* Prompt
Transcribe exactly each line of the entries, from the opening line to the line with "from reporter.intake.foreign.quick import", with both of those lines included.

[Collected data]
★ ★ ★ ★
"""Any text table or workbook as a grid of raw cells with their places; never an exception for what is in a file."""

from __future__ import annotations

import codecs
import csv
import hashlib
import io
import warnings
from collections import Counter
from collections.abc import Iterator, Sequence
from dataclasses import dataclass, field
from pathlib import Path
from typing import Any, cast

from reporter.intake.corner import MAX_COLUMN, MAX_ROW
from reporter.intake.foreign.lines import MAX_CELL, PlainRows, plain_rows
from reporter.intake.foreign.quick import SheetRows, is_long, quick_sheets, too_large
from reporter.intake.guard import MAX_CELLS as MAX_CELLS_OF_FORM
from reporter.intake.guard import Look, look_at
from reporter.intake.table import Raw
from reporter.intake.workbook import ranges, raw, sheet_parts
from reporter.problems import Place, Problem, problem
from reporter.record import SourceFile

#: A larger file is not read into memory.
MAX_FILE = 100 << 20
#: A text file with more cells is not read.
MAX_CELLS = 4_000_000
#: A workbook with more cells is not read.
MAX_LOGGED = 2_000_000
#: Lines and bytes that decide about delimiter and encoding.
SAMPLE_LINES, SAMPLE_BYTES = 400, 65_536
#: A text file with a longer line, in bytes, is no table.
MAX_LINE = 2 << 20
#: Delimiters, those first that seldom stand inside a cell.
DELIMITERS = ("\t", ";", "|", ",")
#: Control characters that no text table holds.
_CONTROLS = bytes([*range(9), *range(14, 26), 28, 29, 30, 31, 127])
_MARKS = (
    (codecs.BOM_UTF8, "utf-8-sig"),
    (codecs.BOM_UTF32_LE, "utf-32"),
    (codecs.BOM_UTF16_LE, "utf-16"),
    (codecs.BOM_UTF16_BE, "utf-16"),
)


@dataclass(frozen=True, slots=True)
class Page:
    """One sheet, or the whole of a text file: rows of raw cells from row 1, and what is special about some.

    `sheet` is empty for a text file; `lines` gives the line of each row there.  Positions count from 0.
    """

    sheet: str
    rows: Sequence[Sequence[Raw]]
    lines: Sequence[int] = ()
    hidden: bool = False
    hidden_rows: frozenset[int] = frozenset()
    percent: frozenset[tuple[int, int]] = frozenset()
    uncalculated: frozenset[tuple[int, int]] = frozenset()
    merged: tuple[tuple[int, int, int, int], ...] = ()
    hidden_columns: frozenset[int] = frozenset()
    comments: tuple[tuple[int, int, str], ...] = ()

    def hidden_words(self) -> str:
        """The hidden rows and columns that hold something, in words; empty where none is hidden."""
        rows = f"rows {ranges(self.number(row) for row in self.hidden_rows)}" if self.hidden_rows else ""
        columns = f"columns {', '.join(letters(column) for column in sorted(self.hidden_columns))}"
        return ", ".join(part for part in (rows, columns if self.hidden_columns else "") if part)

    def comment_words(self) -> tuple[str, ...]:
        """The comments at cells, each with its cell."""
        return tuple(f"comment at {self.address(row, column)}: {text}" for row, column, text in self.comments)

    def number(self, row: int) -> int:
        """The line or row number people see."""
        return self.lines[row] if self.lines else row + 1

    def columns(self, columns: Sequence[int], rows: Sequence[int]) -> list[list[Raw]]:
        """The cells of some columns in some rows, None where a row is short."""
        if isinstance(self.rows, (PlainRows, SheetRows)):
            return cast(list[list[Raw]], self.rows.columns(columns, rows))
        cells = [self.rows[row] for row in rows]
        return [[row[column] if column < len(row) else None for row in cells] for column in columns]

    def widths(self, first: int, last: int) -> list[int]:
        """The number of cells of each of the rows from `first` to before `last`."""
        own = self.rows.widths if isinstance(self.rows, (PlainRows, SheetRows)) else list(map(len, self.rows))
        return own[first:last]

    def wordy(self) -> list[int]:
        """The rows that may hold a header, by a quick look before a thorough one."""
        return self.rows.wordy() if isinstance(self.rows, (PlainRows, SheetRows)) else list(filled_rows(self))

    @property
    def end(self) -> int:
        """One past the last row that holds anything."""
        own = self.rows
        return own.end if isinstance(own, (PlainRows, SheetRows)) else max(filled_rows(self), default=-1) + 1

    def address(self, row: int, column: int) -> str:
        """A cell as people name it: column letter and row or line, e.g. ``C12``."""
        return f"{letters(column)}{self.number(row)}"


@dataclass(frozen=True, slots=True)
class Grid:
    """A file as pages of raw cells, with what was found out on the way; problems where it cannot be read."""

    source: SourceFile
    kind: str
    pages: tuple[Page, ...] = ()
    encoding: str = ""
    delimiter: str = ""
    epoch_1904: bool = False
    cut_off: bool = False
    problems: tuple[Problem, ...] = field(default=())

    def place(self, page: Page, row: int, column: int, name: str = "") -> Place:
        """The place of a cell."""
        return Place(self.source.name, page.sheet, page.address(row, column), name)


def letters(column: int) -> str:
    """A for position 0, AA for 26."""
    text, column = "", column + 1
    while column:
        column, rest = divmod(column - 1, 26)
        text = chr(65 + rest) + text
    return text


def read_grid(path: str | Path) -> Grid:
    """The grid of a file; what cannot be opened has problems and no pages."""
    file = Path(path)
    try:
        if file.exists() and not file.is_file():
            return _refused(SourceFile(file.name, "", 0), "not-a-workbook", "a folder, a device or a pipe")
        with file.open("rb") as stream:
            content = stream.read(MAX_FILE + 1)
    except (OSError, ValueError) as error:
        return _refused(SourceFile(file.name, "", 0), "not-a-workbook", getattr(error, "strerror", "") or str(error))
    return grid_of(file.name, content)


def grid_of(name: str, content: bytes) -> Grid:
    """The grid of the bytes of a file; `name` is the base name that places say."""
    source = SourceFile(name, hashlib.sha256(content).hexdigest(), len(content), content)
    if len(content) > MAX_FILE:
        return _refused(source, "zip-bomb", f"a file of more than {MAX_FILE >> 20} MB")
    if not content.strip():
        return _refused(source, "no-readings-table", "an empty file")
    if content.startswith((b"PK", b"\xd0\xcf\x11\xe0")):
        return _workbook(source)
    return _text(source)


def _refused(source: SourceFile, code: str, found: str, sheet: str = "", cell: str = "") -> Grid:
    return Grid(source, "unread", problems=(problem(code, Place(source.name, sheet, cell), found),))


# ---- text -----------------------------------------------------------------------------------------------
★ ★ ★ ★
* Response to the task
"""Any text table or workbook as a grid of raw cells with their places; never an exception for what is in a file."""

from __future__ import annotations

import codecs
import csv
import hashlib
import io
import warnings
from collections import Counter
from collections.abc import Iterator, Sequence
from dataclasses import dataclass, field
from pathlib import Path
from typing import Any, cast

from reporter.intake.corner import MAX_COLUMN, MAX_ROW
from reporter.intake.foreign.lines import MAX_CELL, PlainRows, plain_rows
from reporter.intake.foreign.quick import SheetRows, is_long, quick_sheets, too_large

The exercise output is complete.